Européens, cultivons notre géographie !

Ce texte reprend l’essentiel de la conférence donnée le 18 novembre à l’Université de Rennes dans le cadre du cours public sur le thème « Le projet européen ».

Après d’autres, Valéry Giscard d’Estaing a récemment invoqué la « géographie » pour rejeter la demande d’adhésion à l’Union européenne de la Turquie (Le Monde, 9 novembre 2002). Prenons au sérieux l’argument, mais cherchons dans la géographie autre chose que des nomenclatures intangibles, et les conclusions seront peut-être différentes.

Et d’abord, quelles sont les frontières « géographiques » de l’Europe ? Si à l’ouest, au nord et au sud, leur délimitation fait l’objet d’un relatif consensus, c’est surtout à l’est qu’il y a matière à débat.

Du côté de la Russie, on sait que l’apparition de l’Oural fut, au début du 18e siècle, un remarquable coup idéologique de Pierre-le-Grand : en proclamant que la Russie était au moins pour une part européenne (ce dont beaucoup doutaient à l’époque), il s’invitait à la table des grandes puissances. En réalité, l’Oural n’a jamais constitué la moindre barrière à l’expansion russe et c’est en deçà qu’elle a rencontré et rencontre des problèmes. Cette opération de marketing politique n’a réussi que parce que certains y trouvaient avantage. Au début du 20e siècle, les empires atlantiques (France, Angleterre) ont jugé utile d’adouber la Russie comme européenne pour pouvoir s’allier avec elle contre les « empires centraux ». Plus tard, les dirigeants français, de De Gaulle à Mitterrand, ont relancé la fiction de l’Oural pour faire pièce aux États-Unis. C’est la société russe et son État qui nous rappellent à l’ordre. S’il y a un peu d’Europe en Russie (notamment à travers ses intellectuels courageux et menacés), comme dans d’autres parties du Monde, beaucoup d’aspects l’en séparent. Et notamment le fait que les Russes continuent, dans leur majorité, de voir dans la géopolitique, dans l’expansion territoriale, dans la guerre, y compris à l’intérieur de leurs frontières, une option raisonnable pour assurer le bien-être et le développement. Malgré le changement de régime, ce trait persiste et c’est cela, bien plus que l’astuce de Pierre-le-Grand, qui fait sens aujourd’hui pour établir, à vue humaine, la limite probable de l’Europe sur les confins de l’aire d’influence russe.

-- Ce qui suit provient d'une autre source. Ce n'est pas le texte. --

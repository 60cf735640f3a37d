package config

import (
	"os"
	"path/filepath"
	"strings"
	"testing"

	"github.com/go-audio/audio"
	"github.com/go-audio/wav"
)

// broken is a text with the problems that it has, exactly.
type broken struct {
	name, text string
	want       []string
}

// zoned is a sound zone to put a broken part below.
const zoned = "[[zone]]\nkeys = \"C2-C6\"\n"

func brokenPatches() []broken {
	return []broken{
		{
			"empty",
			"",
			[]string{
				`stays.toml: is empty; a patch needs at least one [[zone]] with keys`,
			},
		},
		{
			"only comments",
			"# nothing\n\n",
			[]string{
				`stays.toml: is empty; a patch needs at least one [[zone]] with keys`,
			},
		},
		{
			"not UTF-8",
			"title = \"Stays\"\nlevel = \"\xff\"",
			[]string{
				`stays.toml:2: not UTF-8 text; save the file as UTF-8 in your editor`,
			},
		},
		{
			"UTF-16",
			"t\x00i\x00t\x00l\x00e\x00",
			[]string{
				`stays.toml:1: not UTF-8 text; save the file as UTF-8 in your editor`,
			},
		},
		{
			"a null byte",
			"title = \"\x00\"",
			[]string{
				`stays.toml:1: title: holds a character that no keyboard types; delete the line and write it again`,
			},
		},
		{
			"no zone",
			`title = "Stays"
`,
			[]string{
				`stays.toml: zone: there is none, so every key is silent; write [[zone]] and below it keys = "C2-C6"`,
			},
		},
		{
			"an empty list of zones",
			`zone = []
`,
			[]string{
				`stays.toml: zone: there is none, so every key is silent; write [[zone]] and below it keys = "C2-C6"`,
			},
		},
		{
			"a bracket too few",
			`[[zone]
keys = "C4"
`,
			[]string{
				`stays.toml:1: expected end of table array name delimiter ']', but got the line's end instead; close the heading with as many brackets as it opens with`,
			},
		},
		{
			"a heading not closed",
			`title = "Stays"
[tuning
`,
			[]string{
				`stays.toml:2: expected '.' or ']' to end table name, but got the line's end instead; close the heading with as many brackets as it opens with`,
			},
		},
		{
			"text without quotes",
			`title = Stays
`,
			[]string{
				`stays.toml:1: title: expected value but found "Stays" instead; write key = value, with "quotes" round text and a point in numbers`,
			},
		},
		{
			"a text not closed",
			`title = "Stays
`,
			[]string{
				`stays.toml:1: title: the text has no end on its line; close it with a quote`,
			},
		},
		{
			"a comma for a point",
			`level = 3,5
`,
			[]string{
				`stays.toml:1: expected a top-level item to end with a newline, comment, or EOF, but got ',' instead; write key = value, with "quotes" round text and a point in numbers`,
			},
		},
		{
			"a colon",
			`level: 3
`,
			[]string{
				`stays.toml:1: expected '.' or '=', but got ':' instead; write key = value, with "quotes" round text and a point in numbers`,
			},
		},
		{
			"a point without a digit before",
			`level = .5
`,
			[]string{
				`stays.toml:1: level: floats must start with a digit, not '.'; write key = value, with "quotes" round text and a point in numbers`,
			},
		},
		{
			"no value",
			`title =
`,
			[]string{
				`stays.toml:1: title: expected value but found the line's end instead; write key = value, with "quotes" round text and a point in numbers`,
			},
		},
		{
			"words without a key",
			`the stays of the tower
`,
			[]string{
				`stays.toml:1: expected '.' or '=', but got 's' instead; write key = value, with "quotes" round text and a point in numbers`,
			},
		},
		{
			"C's comment",
			`// the stays
`,
			[]string{
				`stays.toml:1: expected '.' or '=', but got '/' instead; write key = value, with "quotes" round text and a point in numbers`,
			},
		},
		{
			"a key twice",
			`[[zone]]
keys = "C4"
decay = 3
decay = 4
`,
			[]string{
				`stays.toml:4: zone.decay: stands here a second time; keep one of them`,
			},
		},
		{
			"a table twice",
			`[tuning]
a4 = 440
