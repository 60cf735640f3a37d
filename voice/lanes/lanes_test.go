package lanes

import (
	"encoding/binary"
	"hash/fnv"
	"math"
	"math/rand/v2"
	"testing"
)

// scene is a bank with everything in motion, on lines of noise, the same on all
// machines.
func scene(seed uint64, sections int) (*Bank, []float32, *Force) {
	r := rand.New(rand.NewPCG(seed, 1))
	small := func(scale float64) float64 { return float64(scale * (2*r.Float64() - 1)) }
	const slot = 600
	line := make([]float32, slot*Width)
	for i := range line {
		line[i] = float32(small(0.5))
	}
	b := &Bank{Sections: int64(sections)}
	for l := range Width {
		b.Back[l] = int64(Taps - 1 + Shortest + r.IntN(300))
		if r.IntN(3) == 0 {
			b.Back[l] = int64(Taps - 1 + Shortest + r.IntN(6))
		}
		b.At[l] = int64(slot*l + 400 + r.IntN(32))
		var h [Taps]float32
		for t := range h {
			h[t] = float32(small(0.2))
		}
		b.SetTaps(l, &h)
		b.Level[l], b.DLevel[l] = float32(1+small(0.1)), float32(small(1e-3))
		b.C1[l], b.C2[l] = small(0.4), small(0.3)
		b.DC1[l], b.DC2[l] = small(1e-3), small(1e-3)
		b.V1[l], b.V2[l] = small(1), small(1)
		b.Gain[l], b.Zero[l], b.Pole[l] = 1+small(0.1), small(0.5), small(0.5)
		b.DGain[l], b.DZero[l], b.DPole[l] = small(1e-3), small(1e-3), small(1e-3)
		b.Left[l], b.Right[l] = float32(small(1)), float32(small(1))
		b.DLeft[l], b.DRight[l] = float32(small(0.01)), float32(small(0.01))
		for i := range sections {
			s := &b.Section[i]
			s.A1[l], s.A2[l] = small(0.5), small(0.4)
			s.DA1[l], s.DA2[l] = small(1e-3), small(1e-3)
		}
		for i := range sections + 1 {
			b.Node[i].X[l], b.Node[i].X1[l] = small(1), small(1)
		}
	}
	b.Block = int64(1) << r.IntN(4)
	for l := range b.Glide {
		if r.IntN(3) > 0 {
			b.glide(l, r)
		}
	}
	force := &Force{}
	for f := range force {
		for l := range Width {
			force[f][l] = float32(small(0.1))
		}
	}
	return b, line, force
}

// play renders a scene for some control steps, cut into pieces, all into the same
// mix: what is added to nothing tells nothing of how it was rounded.
func play(k Kernel, seed uint64, sections int, motion Motion, cut func() int) (*Bank, *Mix, []float32) {
	b, line, force := scene(seed, sections)
	m, w := &Mix{}, &Bench{Line: line, Rows: rows()}
	for range 4 {
		for from := 0; from < Frames; {
			until := min(Frames, from+cut())
			k.Render(b, w, force, motion, from, until)
			for l := range b.At {
				b.At[l] += int64(until - from)
			}
			k.Mix(m, from, until, b, nil)
			from = until
		}
	}
	return b, m, line
}

// TestKernelsAgree compares the bits of this processor's kernel with those of the
// portable one, for all kinds of strings, however the frames are cut.
func TestKernelsAgree(t *testing.T) {
	best := Best()
	t.Logf("this processor: %v", best)
	r := rand.New(rand.NewPCG(7, 7))
	for seed := range uint64(40) {
		for sections := range MaxSections + 1 {
			for motion := range Gliding + 1 {
				want, wantMix, wantLine := play(Portable(), seed, sections, motion, func() int { return Frames })
				for _, c := range []struct {
					name string
					k    Kernel
					cut  func() int
				}{
					{"whole", best, func() int { return Frames }},
					{"cut", best, func() int { return 1 + r.IntN(9) }},
					{"portable, cut", Portable(), func() int { return 1 + r.IntN(9) }},
				} {
					got, gotMix, gotLine := play(c.k, seed, sections, motion, c.cut)
					if *got != *want {
						t.Fatalf("%s: seed %d, %d sections, motion %d: banks differ", c.name, seed, sections, motion)
					}
					if *gotMix != *wantMix {
						t.Fatalf("%s: seed %d, %d sections, motion %d: mixes differ", c.name, seed, sections, motion)
					}
					for l := range want.At {
						for i := want.At[l] - 4*Frames; i < want.At[l]; i++ {
							if math.Float32bits(gotLine[i]) != math.Float32bits(wantLine[i]) {
								t.Fatalf("%s: seed %d, %d sections, motion %d: lane %d differs at %d: %g, %g",
									c.name, seed, sections, motion, l, i, gotLine[i], wantLine[i])
							}
						}
					}
				}
			}
		}
	}
}

// glide sets a lane going, slowly enough to stay in its line.
func (b *Bank) glide(l int, r *rand.Rand) {
	slow := func(scale float64) int64 { return int64(scale * (2*r.Float64() - 1) * (1 << 32)) }
	b.Glide[l] = Glide{On: true, Delay: (b.Back[l]+20)<<32 + slow(1), D1: slow(0.1), D2: slow(1e-3), D3: slow(1e-5)}
	b.DOffset[l], b.D2Offset[l], b.D3Offset[l] = float32(r.Float64()*0.02), 1e-4, 1e-6
}

// rows are of no use but to be told apart.
func rows() *Rows {
	r := rand.New(rand.NewPCG(3, 3))
	t := &Rows{}
	for i := range t {
		for j := range t[i].Tap {
			t[i].Tap[j] = 0.2 * (2*r.Float32() - 1)
		}
		for j := range t[i].Slope {
			t[i].Slope[j] = 0.2 * (2*r.Float32() - 1)
		}
		for j := range CurveTaps {
			t[i].Curve[j] = 0.2 * (2*r.Float32() - 1)
		}
	}
	return t
}

// TestBitsAreTheSameEverywhere compares the portable kernel, with which the others
// agree, with what it gave on another kind of processor: a compiler that fuses a
// product with a sum changes bits.
func TestBitsAreTheSameEverywhere(t *testing.T) {
	const want = 0x533b26b8654098e3
	h := fnv.New64a()
	for seed := range uint64(4) {
		for sections := range MaxSections + 1 {
			for motion := range Gliding + 1 {
				b, m, line := play(Portable(), seed, sections, motion, func() int { return Frames })
				for _, part := range []any{line, &m.Left, &m.Right, &b.Power, &b.V1, &b.V2, &b.Node} {
					if err := binary.Write(h, binary.LittleEndian, part); err != nil {
						t.Fatal(err)
					}
				}
			}
		}
	}
	if got := h.Sum64(); got != want {
		t.Errorf("%#x, want %#x", got, uint64(want))
	}
}

// TestTwoBanksMixAsOneAfterTheOther compares bits.
func TestTwoBanksMixAsOneAfterTheOther(t *testing.T) {
	for _, k := range []Kernel{Best(), Portable()} {
		for seed := range uint64(5) {
			b, _, _ := scene(seed, 0)
			c, _, _ := scene(seed+100, 0)
			for f := range b.Out {
				for l := range b.Out[f] {
					b.Out[f][l], c.Out[f][l] = b.Tap[f%Taps][l], c.Tap[(f+l)%Taps][l]
				}
			}
			b2, c2 := *b, *c
			one, two := &Mix{}, &Mix{}
			k.Mix(one, 3, 30, b, nil)
			k.Mix(one, 3, 30, c, nil)
			k.Mix(two, 3, 30, &b2, &c2)
			if *one != *two || *b != b2 || *c != c2 {
				t.Errorf("%v, seed %d: they differ", k, seed)
			}
		}
	}
}
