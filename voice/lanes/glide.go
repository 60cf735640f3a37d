package lanes

import "math/bits"

const (
	// RowsInSample is how many rows of taps there are for a sample of delay.
	RowsInSample = 128
	rowBits      = 7

	SlopeTaps = 8 // taps of a row's slope, in the middle of the read
	CurveTaps = 6
	curveRoom = 8

	firstSlope = (Taps - SlopeTaps) / 2 // the newest sample's tap
	firstCurve = (Taps - CurveTaps) / 2

	// Newest is how many samples a read's newest sample lies after its delay.
	Newest = Taps/2 - 1
)

// Row is the taps of a read whose delay is in the middle of a part of a sample: their values,
// the newest sample's first, their derivatives by the delay, and half their second derivatives.
type Row struct {
	Tap   [Taps]float32
	Slope [SlopeTaps]float32
	Curve [curveRoom]float32 // the last two are 0
}

// Rows are the parts of a sample, from the least delay to the greatest.
type Rows [RowsInSample]Row

// Glide is a lane's delay at the first frame of a block, and its differences from block to
// block, in 2^-32 samples: whole numbers, so that no rounding adds up.
// On is false in a lane that does not glide.
type Glide struct {
	On                bool
	Delay, D1, D2, D3 int64

	center int64 // the delay for which the taps are
	Finger Finger
}

// Finger lies on a string at a part of its length: it mixes what is read with what is there Side,
// in 2^-32 samples, before and after, each taken Firm.
type Finger struct {
	Firm float32
	Side int64
}

// SetTaps gives a lane taps that stand.
func (b *Bank) SetTaps(lane int, h *[Taps]float32) {
	b.own[lane] = Row{Tap: *h}
	b.take(lane, &b.own[lane])
	b.Offset[lane], b.DOffset[lane], b.D2Offset[lane], b.D3Offset[lane] = 0, 0, 0, 0
	b.Glide[lane] = Glide{}
}

func (b *Bank) take(lane int, r *Row) {
	for i, h := range r.Tap {
		b.Tap[i][lane] = h
	}
	for i, h := range r.Slope {
		b.Slope[i][lane] = h
	}
	for i, h := range r.Curve {
		b.Curve[i][lane] = h
	}
}

// turnLanes gives each gliding lane the row of taps that is nearest to its delay in the
// middle of the block.
func turnLanes(b *Bank, w *Bench) {
	for lane := range b.Glide {
		if b.Glide[lane].On {
			b.take(lane, b.turn(lane, w.Rows))
		}
	}
}

// turn begins a block of a gliding lane, and returns the row of taps that it is to have.
func (b *Bank) turn(lane int, rows *Rows) *Row {
	const shift = 32 - rowBits
	g := &b.Glide[lane]
	middle := g.Delay + (g.D1-g.D1>>b.blockBits())>>1 // of the first and the last frame
	g.center = middle&^(1<<shift-1) + 1<<(shift-1)
	b.Offset[lane] = float32(int32(g.Delay-g.center)) / (1 << 32)
	b.Back[lane] = middle>>32 + Taps - 1 - Newest
	g.Delay += g.D1
	g.D1 += g.D2
	g.D2 += g.D3
	return &rows[uint32(middle)>>shift]
}

func (b *Bank) blockBits() int { return bits.TrailingZeros64(uint64(b.Block)) }

// touched renders a gliding lane with a finger on it.
func (b *Bank) touched(p pass, w *Bench, at int64) {
	l := p.lane & (Width - 1)
	g := &b.Glide[l]
	f := g.Finger
	h := b.taps(l)
	for i := range p.target {
		x := b.readGliding(l, p.source[i:i+Taps:i+Taps], &h)
		delay := g.center + int64(float64(b.Offset[l])*(1<<32))
		here := at + int64(i)
		before, after := delay-f.Side, delay+f.Side
		if before>>32 > Newest && after>>32+Taps < b.Ring[l] {
			sides := b.readAt(l, w, here, before) + b.readAt(l, w, here, after)
			x = float32((1-2*f.Firm)*x) + float32(f.Firm*sides)
		}
		b.bend(l)
		b.move(l)
		p.end(b, i, b.lossy(l, x))
	}
}

// readAt is what a lane's line holds a delay, in 2^-32 samples, before at.
func (b *Bank) readAt(lane int, w *Bench, at, delay int64) float32 {
	const shift = 32 - rowBits
	row := &w.Rows[uint32(delay)>>shift]
	center := delay&^(1<<shift-1) + 1<<(shift-1)
	offset := float32(int32(delay-center)) / (1 << 32)
	first := at - delay>>32 - (Taps - 1 - Newest)
	if first < b.Floor[lane] {
		first += b.Ring[lane]
	}
	s := w.Line[first : first+Taps]
	x := float32(0)
	for i, k := range row.Curve[:CurveTaps] {
		x += float32(k * s[Taps-1-firstCurve-i])
	}
	x *= offset
	for i, k := range row.Slope {
		x += float32(k * s[Taps-1-firstSlope-i])
	}
	x *= offset
	return readOn(x, s, &row.Tap)
}
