//go:build !amd64 && !arm64

package lanes

// Best is the fastest kernel for this processor.
func Best() Kernel { return Portable() }
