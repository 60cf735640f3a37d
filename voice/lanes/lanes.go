// Package lanes computes strings eight at a time: a bank holds one string in
// each lane of a vector, and a kernel takes all eight through the read of their
// delay lines, their filters and the mix.
//
// There is one meaning and there are several kernels: in Go for any machine
// (portable.go), and for the vector units of amd64 and arm64, which the program
// in the folder asm writes. All give the same bits: every product is rounded
// before it is added, and every sum has one order.
package lanes

const (
	Width  = 8  // strings in a bank
	Taps   = 12 // of the read
	Frames = 32 // most that a kernel renders at once

	// MaxSections is how many allpass sections a string may have.
	MaxSections = 4

	// Shortest is the least distance (samples) from the sample that is
	// computed back to the newest that its read needs: four frames are read
	// before the first of them is written.
	Shortest = 4

	// History is how many samples before the oldest that a read needs must
	// exist in the line: they are loaded, and not used.
	History = 1
	// Spill is how many samples past the last one rendered a kernel may
	// overwrite in a line.
	Spill = 3

	// bias keeps subnormal numbers, which cost 15 to 40 ns each, out of the loop.
	bias = 1e-18
)

type (
	floats  [Width]float32
	doubles [Width]float64
)

// Bank is eight strings side by side, as one control step has them. A lane of
// zeros is silent. It holds no pointers; the kernels know its layout.
//
//	x = sum over i of Tap[i] line[at - Back + Taps-1 - i]
//	v = x - C2 v'' - C1 v'
//	v = Shelf(v), then through the allpass sections, where there are any
//	y = line[at] = v + force
//
// In a kernel that moves, all that has a D-sister changes by it before each frame.
type Bank struct {
	Tap, DTap              [Taps]floats // the newest sample's first
	Left, Right, Bridge    floats       // gains of the mix
	DLeft, DRight, DBridge floats
	Power                  floats // sum of the squares of y so far
	C1, C2, DC1, DC2       doubles
	V1, V2                 doubles // the loss filter's last two outputs
	Gain, Zero, Pole       doubles // of the shelf
	DGain, DZero, DPole    doubles
	Shelf                  doubles // its last output
	Section                [MaxSections]Section
	Node                   [MaxSections + 1]Node
	At                     [Width]int64 // where each lane's next sample goes in the line
	Back                   [Width]int64 // from there to the oldest sample that its read needs
	Sections               int64        // 0: no shelf either
	_                      [7]int64
}

// Section is a second-order allpass in each lane.
type Section struct{ A1, A2, DA1, DA2 doubles }

// Node is what passed between two sections one and two frames ago.
type Node struct{ X, X1 doubles }

// Mix is where banks add what they sound, lane by lane, for the frames of one
// control step, and what kernels need beside.
type Mix struct {
	Left, Right    [Frames]floats
	window         [Frames + Taps + 4]floats
	source, target [Width]uintptr
}

// Clear empties frames from to until.
func (m *Mix) Clear(from, until int) {
	clear(m.Left[from:until])
	clear(m.Right[from:until])
}

// Force is what drives each lane in each frame of a control step.
type Force [Frames]floats

// Kernel renders banks.
type Kernel struct {
	name         string
	plain, stiff pair
}

type pair struct{ still, moving run }

// run computes frames of a step from its frame from on.
type run func(b *Bank, m *Mix, line []float32, force *Force, from, frames int)

// String names the processor that the kernel is for.
func (k Kernel) String() string { return k.name }

// Render computes frames from to until of a control step, at most Frames, in
// all lanes of b, on the lines in line, and adds them to m. force may be nil.
// It leaves At as it is.
//
// It panics when a lane reaches outside line, or reads less than Shortest back.
func (k Kernel) Render(b *Bank, m *Mix, line []float32, force *Force, moving bool, from, until int) {
	if from >= until {
		return
	}
	if from < 0 || until > Frames {
		panic("lanes: frames outside the control step")
	}
	for i, at := range b.At {
		back := b.Back[i]
		if back < Taps-1+Shortest || at-back < History || at+int64(until-from)+Spill > int64(len(line)) {
			panic("lanes: a lane reaches outside its line")
		}
	}
	if force == nil {
		force = &nothing
	}
	kind := k.plain
	if b.Sections > 0 {
		kind = k.stiff
	}
	if moving {
		kind.moving(b, m, line, force, from, until-from)
	} else {
		kind.still(b, m, line, force, from, until-from)
	}
}

// nothing is no force. It is never written.
var nothing Force
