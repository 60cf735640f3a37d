//go:build amd64 || arm64

package lanes

import (
	"runtime"
	"unsafe"
)

//go:generate go run ./asm

// The kernels that the program in the folder asm writes. They find the lines by the
// addresses in Bench.

//go:noescape
func stillPlain(b *Bank, w *Bench, force *floats, from, frames int)

//go:noescape
func movingPlain(b *Bank, w *Bench, force *floats, from, frames int)

//go:noescape
func stillStiff1(b *Bank, w *Bench, force *floats, from, frames int)

//go:noescape
func stillStiff2(b *Bank, w *Bench, force *floats, from, frames int)

//go:noescape
func stillStiff3(b *Bank, w *Bench, force *floats, from, frames int)

//go:noescape
func stillStiff4(b *Bank, w *Bench, force *floats, from, frames int)

//go:noescape
func movingStiff(b *Bank, w *Bench, force *floats, from, frames int)

//go:noescape
func glidingPlain(b *Bank, w *Bench, force *floats, from, frames int)

//go:noescape
func glidingStiff(b *Bank, w *Bench, force *floats, from, frames int)

//go:noescape
func turnRows(b *Bank, w *Bench)

//go:noescape
func mixOne(b *Bank, w *Mix, from, frames int)

//go:noescape
func mixTwo(b *Bank, w *Mix, from, frames int, c *Bank)

// vector is the kernel of a vector unit.
func vector(name string) Kernel {
	moving, gliding := onLines(movingStiff), onLines(glidingStiff)
	k := Kernel{
		name:  name,
		plain: kinds{onLines(stillPlain), onLines(movingPlain), onLines(glidingPlain)},
		turn:  turn,
		mix:   mixBanks,
	}
	for i, still := range []kernel{stillStiff1, stillStiff2, stillStiff3, stillStiff4} {
		k.stiff[i+1] = kinds{onLines(still), moving, gliding}
	}
	return k
}

type kernel func(b *Bank, w *Bench, force *floats, from, frames int)

// onLines tells a kernel where the lines are.
func onLines(do kernel) run {
	return func(b *Bank, w *Bench, force *Force, ahead, from, frames int) {
		base := uintptr(unsafe.Pointer(unsafe.SliceData(w.Line)))
		last := int64(len(w.Line)) - int64(frames) - Spill
		for i, at := range b.At {
			at += int64(ahead)
			first := b.oldest(i, int64(ahead))
			if b.Back[i] < Taps-1+Shortest || first < History || first > last-Taps || at < 0 || at > last {
				panic("lanes: a lane reaches outside its line")
			}
			w.source[i] = base + 4*uintptr(first+Taps-1)
			w.target[i] = base + 4*uintptr(at)
		}
		do(b, w, &force[from], from, frames)
		runtime.KeepAlive(w.Line)
	}
}

// turn begins a block of a glide.
func turn(b *Bank, w *Bench) {
	for lane := range b.Glide {
		row := &b.own[lane]
		if b.Glide[lane].On {
			row = b.turn(lane, w.Rows)
		}
		w.row[lane] = uintptr(unsafe.Pointer(row))
	}
	turnRows(b, w)
	runtime.KeepAlive(w.Rows)
}

// mixBanks mixes two banks, of which the second may be nil.
func mixBanks(m *Mix, from, frames int, b, c *Bank) {
	if c == nil {
		mixOne(b, m, from, frames)
	} else {
		mixTwo(b, m, from, frames, c)
	}
}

Du côté turc, l’opposition courante que reprend M. Giscard d’Estaing provient du mésusage d’une distinction venant de la Grèce antique. La limite « Europe »/ « Asie », qui passait par les Détroits et la mer Égée, se situait à l’intérieur d’une même hellénité. Le « Turc » Héraclite fut tout aussi grec que l’« Italien » Parménide. Au nom de cette « frontière » à la fois purement conventionnelle et totalement dépassée, faudrait-il décréter que la moitié ouest d’Istanbul a sa place dans l’Union européenne tandis que les quartiers est en seraient à jamais exclus ? Le problème de l’européanité éventuelle de la Turquie ne peut se régler par un tour de passe-passe. Car il y a, c’est clair, de bonnes raisons de la contester en l’état et de faire attendre la Turquie à la porte de l’Union. Ce pays n’a pas encore réglé tous ses comptes avec la posture d’un État-nation destructeur des identités minoritaires, imitant jusqu’à la caricature la manière… française, dont il s’inspire ouvertement. Les relations avec les Kurdes devront être regardées comme un indicateur de l’évolution de l’État turc. De même, l’attitude vis-à-vis de Chypre peut-elle être considérée comme un point crucial. Il faut encore pointer les faiblesses de l’état de droit et, tout simplement, un niveau de développement trop bas pour permettre une intégration en douceur dans le système de solidarité de l’Union. Cependant, il y a incontestablement des dynamiques actives dans ces différents domaines et le religieux n’est pas à la traîne. Le chef du parti majoritaire Akp, Recep Erdogan, présente son mouvement comme « démocrate-musulman » sur le modèle des démocrates-chrétiens européens. Et l’on a en effet l’impression, çà et là, que, en Turquie, les « islamistes modérés » sont plus laïques que l’armée, qui nous rappelle, quant à elle, que l’étatisme (appelé en France « souverainisme » ou « républicanisme ») est aussi un communautarisme. Si la société turque continue sa marche vers l’Europe, viendra un moment où son entrée dans l’Union n’affaiblirait pas mais renforcerait l’Europe et l’idée ambitieuse que nous nous en faisons. Les Européens ont raison de se poser la question de leur identité et des limites de leur continent, de l’espace qui est le leur. Mais c’est là un objet trop complexe pour être emballé dans des formules toutes faites. La référence religieuse, implicitement ou explicitement présente dans l’argumentaire anti-turc, conduit aussi, on va le voir, le raisonnement vers une impasse.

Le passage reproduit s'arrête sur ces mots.